#### DESCRIPTION OF THE TASK
The lines to copy are those in the records below that hold the word "targets".

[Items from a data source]
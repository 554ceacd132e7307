'use strict';
// Gives the two demo projects their risk drivers and the correlations that tie the drivers to
// their risks, once (a project that already has drivers is left as it is), and states the
// sponsor's targets in the project's assumptions when none are written yet.
const { QueryTypes } = require('sequelize');
const { DEMO_DRIVERS } = require('./data/demo-drivers.cjs');
const { ORGANIZATION } = require('./data/demo-accounts.cjs');

const money = (v) =>
  `€${(v / 1e6).toLocaleString('en-GB', { minimumFractionDigits: 1, maximumFractionDigits: 1 })} m`;
const day = (iso) =>
  new Date(`${iso}T00:00:00Z`).toLocaleDateString('en-GB', {
    day: 'numeric',
    month: 'long',
    year: 'numeric',
    timeZone: 'UTC',
  });

module.exports = {
  async up(queryInterface) {
    const now = new Date();
    const stamp = { version: 1, createdAt: now, updatedAt: now };
    await queryInterface.sequelize.transaction(async (transaction) => {
      for (const [code, demo] of Object.entries(DEMO_DRIVERS)) {
        const [project] = await queryInterface.sequelize.query(
          'SELECT p.id, p.organizationId, p.assumptions FROM Projects p JOIN Organizations o ON o.id = p.organizationId WHERE p.code = ? AND o.name = ? LIMIT 1 FOR UPDATE',
          { replacements: [code, ORGANIZATION], type: QueryTypes.SELECT, transaction },
        );
        if (!project) continue;
        const [{ n }] = await queryInterface.sequelize.query(
          'SELECT COUNT(*) AS n FROM RiskDrivers WHERE projectId = ?',
          {
            replacements: [project.id],
            type: QueryTypes.SELECT,
            transaction,
          },
        );
        if (Number(n) > 0) continue;
        const scope = { organizationId: project.organizationId, projectId: project.id };
        await queryInterface.bulkInsert(
          'RiskDrivers',
          demo.drivers.map((d, i) => ({
            ...scope,
            ...stamp,
            code: d.code,
            name: d.name,
            standsFor: d.standsFor,
            probability: d.probability,
            factor: JSON.stringify(d.factor),
            entry: d.entry,
            applies: JSON.stringify(d.applies),
            sortOrder: i,
          })),
          { transaction },
        );
        const existing = await queryInterface.sequelize.query(
          'SELECT aCode, bCode FROM Correlations WHERE projectId = ?',
          {
            replacements: [project.id],
            type: QueryTypes.SELECT,
            transaction,
          },
        );
        const pair = (a, b) => [a, b].sort().join('\u0000');
        const taken = new Set(existing.map((c) => pair(c.aCode, c.bCode)));
        const fresh = demo.correlations.filter((c) => !taken.has(pair(c.aCode, c.bCode)));
        if (fresh.length)
          await queryInterface.bulkInsert(
            'Correlations',
            fresh.map((c) => ({ ...scope, ...stamp, aCode: c.aCode, bCode: c.bCode, rho: c.rho })),
            { transaction },
          );
        if (!project.assumptions) {
          await queryInterface.sequelize.query('UPDATE Projects SET assumptions = ? WHERE id = ?', {
            replacements: [
              `The sponsor's targets: a cost of at most ${money(demo.targets.cost)} and handover by ${day(demo.targets.finish)}.`,
              project.id,
            ],
            type: QueryTypes.UPDATE,
            transaction,
          });
        }
      }
    });
  },

  async down(queryInterface) {
    const codes = Object.keys(DEMO_DRIVERS);
    const driverCodes = [
      ...new Set(Object.values(DEMO_DRIVERS).flatMap((d) => d.drivers.map((x) => x.code))),
    ];
    await queryInterface.sequelize.query(
      'DELETE c FROM Correlations c JOIN Projects p ON p.id = c.projectId WHERE p.code IN (?) AND (c.aCode IN (?) OR c.bCode IN (?))',
      { replacements: [codes, driverCodes, driverCodes], type: QueryTypes.DELETE },
    );
    await queryInterface.sequelize.query(
      'DELETE d FROM RiskDrivers d JOIN Projects p ON p.id = d.projectId WHERE p.code IN (?)',
      { replacements: [codes], type: QueryTypes.DELETE },
    );
  },
};
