/**
 * Beta-PERT distribution on [a, b] with mode c and shape λ = 4.
 *
 *   α = 1 + λ(c − a)/(b − a),   β = 1 + λ(b − c)/(b − a),   X = a + (b − a)·Y,  Y ~ Beta(α, β)
 *   F(x) = I_{(x−a)/(b−a)}(α, β)  (regularized incomplete beta)
 *   E = (a + λc + b)/(λ + 2) = (a + 4c + b)/6;   Var = (E − a)(b − E)/7
 *
 * The quantile uses a per-distribution table (../math/beta-quantile-table), built on first use
 * so that validating a model costs nothing. With `range: "p10-p90"` the given low/high are the
 * 10th/90th percentiles and the bounds are fitted (./fit-p10-p90), the mode held fixed.
 *
 * References: Malcolm, Roseboom, Clark & Fazar (1959), "Application of a technique for research
 * and development program evaluation", Operations Research 7(5):646–669; Vose (2008),
 * "Risk Analysis: A Quantitative Guide", 3rd ed., Wiley, §9 (the PERT distribution).
 */

import jStat from 'jstat';
import { type BetaQuantileTable, createBetaQuantileTable } from '../math/beta-quantile-table';
import type { DistLocation } from './checks';
import { fitBoundsToP10P90 } from './fit-p10-p90';
import { checkThreePoint, type ThreePointParams } from './triangular';
import type { Distribution } from './types';

const LAMBDA = 4;

/** Quantile of the beta-PERT on [0, 1] with mode r (exact inverse, for fitting). */
function standardPertQuantile(r: number, u: number): number {
  return jStat.ibetainv(u, 1 + LAMBDA * r, 1 + LAMBDA * (1 - r));
}

export function createPert(p: ThreePointParams, at: DistLocation): Distribution {
  checkThreePoint(p, at);
  const c = p.mode;
  let a = p.low;
  let b = p.high;
  if (p.range === 'p10-p90')
    ({ low: a, high: b } = fitBoundsToP10P90(p.low, c, p.high, standardPertQuantile));
  const w = b - a;
  const alpha = 1 + (LAMBDA * (c - a)) / w;
  const beta = 1 + (LAMBDA * (b - c)) / w;
  const mean = (a + LAMBDA * c + b) / (LAMBDA + 2);
  let table: BetaQuantileTable | null = null;
  const getTable = () => (table ??= createBetaQuantileTable(alpha, beta));
  return {
    kind: 'pert',
    mean,
    variance: ((mean - a) * (b - mean)) / 7,
    base: c,
    support: [a, b],
    degenerate: false,
    quantile: (u) => a + w * getTable().quantile(u),
    cdf: (x) => (x <= a ? 0 : x >= b ? 1 : jStat.ibeta((x - a) / w, alpha, beta)),
    quantileInto(u, out, n) {
      getTable().scaledQuantileInto(u, out, n, +a, +w);
    },
  };
}
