function finishSection(w: Writer, brief: BriefData) {
  const { finish, duration } = brief;
  if (!finish || !duration) return;
  const dateOf = (days: number) => formatDate(finishDate(finish.baseDate, days, finish.calendar));
  w.heading('Finish dates', 60);
  const rows = finishRows(finish).map((r) => [
    r.label,
    formatDate(r.date),
    formatDays(r.days, r.wholeDays ? 0 : 1),
  ]);
  w.table(
    [
      { label: 'Finish', width: 2 },
      { label: 'Date', width: 2, align: 'right' },
      { label: `Working days from ${formatDate(finish.baseDate)}`, width: 3, align: 'right' },
    ],
    rows,
  );
  w.paragraph(
    `80 % of simulated outcomes finish by ${formatDate(finish.p80.date)} (working days ${calendarText(finish.calendar)}).`,
    {
      size: 8,
      colour: C.soft,
    },
  );
  const markers: PdfMarker[] = [
    { label: 'P50', value: finish.p50.days, tone: 'base' },
    { label: finish.atLevel.level, value: finish.atLevel.days, tone: 'level' },
  ];
  if (finish.atLevel.level !== 'P80') markers.push({ label: 'P80', value: finish.p80.days, tone: 'level' });
  if (finish.target) markers.push({ label: 'Target', value: finish.target.days, tone: 'target' });
  w.room(150);
  drawSCurve(
    w.doc,
    duration.curve,
    markers,
    dateOf,
    { x: w.left, y: w.y, width: w.width, height: 140 },
    C.time,
  );
  w.y += 148;
}

function scheduleHealthSection(w: Writer, brief: BriefData) {
  const { findings, activityCount } = brief.scheduleHealth;
  if (activityCount === 0) return;
  w.heading('Health check of the network this run read');
  if (findings.length === 0) {
    w.paragraph('No findings.', { size: 8, colour: C.soft });
    return;
  }
  for (const f of findings) w.paragraph(`${HEALTH_RULE_TITLES[f.rule]}: ${f.message}`, { size: 8 });
  w.paragraph(
    'Common checks of schedule logic, on the network as the run read it; the finish figures are only as sound as that network.',
    { size: 7.5, colour: C.faint },
  );
}

function classCheck(w: Writer, brief: BriefData) {
  const check = brief.classCheck!;
  const { narrowest, widest } = classBandsText(check);
  w.heading(`Estimate-class check (Class ${check.estimateClass})`);
  w.table(
    [
      {
        label: `Range as a share of the P50 of cost (${formatMoney(check.reference, brief.project.currency)})`,
        width: 4,
      },
      { label: 'Low side', width: 1.6, align: 'right' },
      { label: 'High side', width: 1.6, align: 'right' },
    ],
    [
      ['Simulated P10 and P90', ...simulatedRangeText(check)],
      [`Class ${check.estimateClass}, narrowest expected`, ...narrowest],
      [`Class ${check.estimateClass}, widest expected`, ...widest],
      ['Verdict', VERDICT_TEXT[check.low], VERDICT_TEXT[check.high]],
    ],
  );
  w.paragraph(
    `Measured around the estimate including contingency at about P50, not around the base, on each side. Source: ${CLASS_CHECK_SOURCE}; check them against the current revision. Reading the class ranges as a P10-P90 range is common practice.`,
    { size: 7.5, colour: C.faint },
  );
  const warnings = classCheckWarnings(check);
  if (warnings.length) w.caution("The simulated range is out of the class's band", warnings.join(' '));
}

function allocationSection(w: Writer, brief: BriefData) {
  const a = brief.allocation;
  if (!a) return;
  const money = (v: number) => formatMoney(v, brief.project.currency);
  w.heading('Where the contingency sits (by top-level WBS)');
  w.table(
    [
      { label: 'Top-level WBS', width: 4 },
      { label: 'Lines', width: 1, align: 'right' },
      { label: `Contingency at ${a.level}`, width: 2, align: 'right' },
      { label: 'Share', width: 1, align: 'right' },
    ],
    [
      ...a.rows.map((r) => [
        r.wbs !== null && r.name !== `WBS ${r.wbs}` ? `${r.wbs} ${r.name}` : r.name,
        String(r.count),
        money(r.amount),
        r.share === null ? '—' : formatShare(r.share, 0),
      ]),
      ['Total', '', money(a.total), a.contingency ? formatShare(a.total / a.contingency, 0) : '—'],
    ],
  );
  w.paragraph(
    `Euler allocation: each line's mean cost over base in the outcomes nearest the ${a.level} total. The contingency at ${a.level} is ${money(a.contingency)}.`,
    { size: 7.5, colour: C.faint },
  );
}
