'use strict';
// Fills the two demo projects' registers (line items, risks, schedule, correlations).
const { QueryTypes } = require('sequelize');
const { DEMO_REGISTERS } = require('./data/demo-registers.cjs');
const { ORGANIZATION } = require('./data/demo-accounts.cjs');

const json = (v) => (v === null || v === undefined ? null : JSON.stringify(v));

module.exports = {
  async up(queryInterface) {
    const now = new Date();
    const stamp = { version: 1, createdAt: now, updatedAt: now };
    await queryInterface.sequelize.transaction(async (transaction) => {
      for (const reg of DEMO_REGISTERS) {
        const [project] = await queryInterface.sequelize.query(
          'SELECT p.id, p.organizationId FROM Projects p JOIN Organizations o ON o.id = p.organizationId WHERE p.code = ? AND o.name = ? LIMIT 1',
          { replacements: [reg.code, ORGANIZATION], type: QueryTypes.SELECT, transaction },
        );
        if (!project) continue;
        const scope = { organizationId: project.organizationId, projectId: project.id };
        const [{ n }] = await queryInterface.sequelize.query(
          'SELECT COUNT(*) AS n FROM CostItems WHERE projectId = ?',
          {
            replacements: [project.id],
            type: QueryTypes.SELECT,
            transaction,
          },
        );
        if (Number(n) > 0) continue;
        await queryInterface.bulkInsert(
          'Activities',
          reg.activities.map((a, i) => ({
            ...scope,
            ...stamp,
            code: a.code,
            name: a.name,
            duration: json(a.duration),
            predecessors: json(a.predecessors),
            sortOrder: i,
          })),
          { transaction },
        );
        const acts = await queryInterface.sequelize.query(
          'SELECT id, code FROM Activities WHERE projectId = ?',
          {
            replacements: [project.id],
            type: QueryTypes.SELECT,
            transaction,
          },
        );
        const activityId = new Map(acts.map((a) => [a.code, a.id]));
        await queryInterface.bulkInsert(
          'CostItems',
          reg.items.map((r, i) => ({
            ...scope,
            ...stamp,
            code: r.code,
            description: r.description,
            base: r.base,
            dist: json(r.dist),
            ratePerDay: json(r.ratePerDay),
            activityId: r.activity ? activityId.get(r.activity) : null,
            ownerName: r.ownerName,
            notes: r.section,
            sortOrder: i,
          })),
          { transaction },
        );
        await queryInterface.bulkInsert(
          'RiskEvents',
          reg.risks.map((r, i) => ({
            ...scope,
            ...stamp,
            code: r.code,
            title: r.title,
            cause: null,
            event: null,
            effect: null,
            ownerName: r.ownerName,
            status: r.status,
            response: r.response,
            probability: r.probability,
            costImpact: json(r.costImpact),
            delayImpact: json(r.delayImpact),
            activityId: r.activity ? activityId.get(r.activity) : null,
            postProbability: r.postProbability,
            postCostImpact: null,
            postDelayImpact: null,
            mitigationCost: r.mitigationCost,
            sortOrder: i,
          })),
          { transaction },
        );
        await queryInterface.bulkInsert(
          'Correlations',
          reg.correlations.map((c) => ({ ...scope, ...stamp, aCode: c.aCode, bCode: c.bCode, rho: c.rho })),
          { transaction },
        );
      }
    });
  },

  async down(queryInterface) {
    const codes = DEMO_REGISTERS.map((r) => r.code);
    for (const table of ['Correlations', 'RiskEvents', 'CostItems', 'Activities']) {
      await queryInterface.sequelize.query(
        `DELETE t FROM ${table} t JOIN Projects p ON p.id = t.projectId WHERE p.code IN (?)`,
        { replacements: [codes], type: QueryTypes.DELETE },
      );
    }
  },
};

#### THE ANSWER
// sponsor's targets in the project's assumptions when none are written yet.
              `The sponsor's targets: a cost of at most ${money(demo.targets.cost)} and handover by ${day(demo.targets.finish)}.`,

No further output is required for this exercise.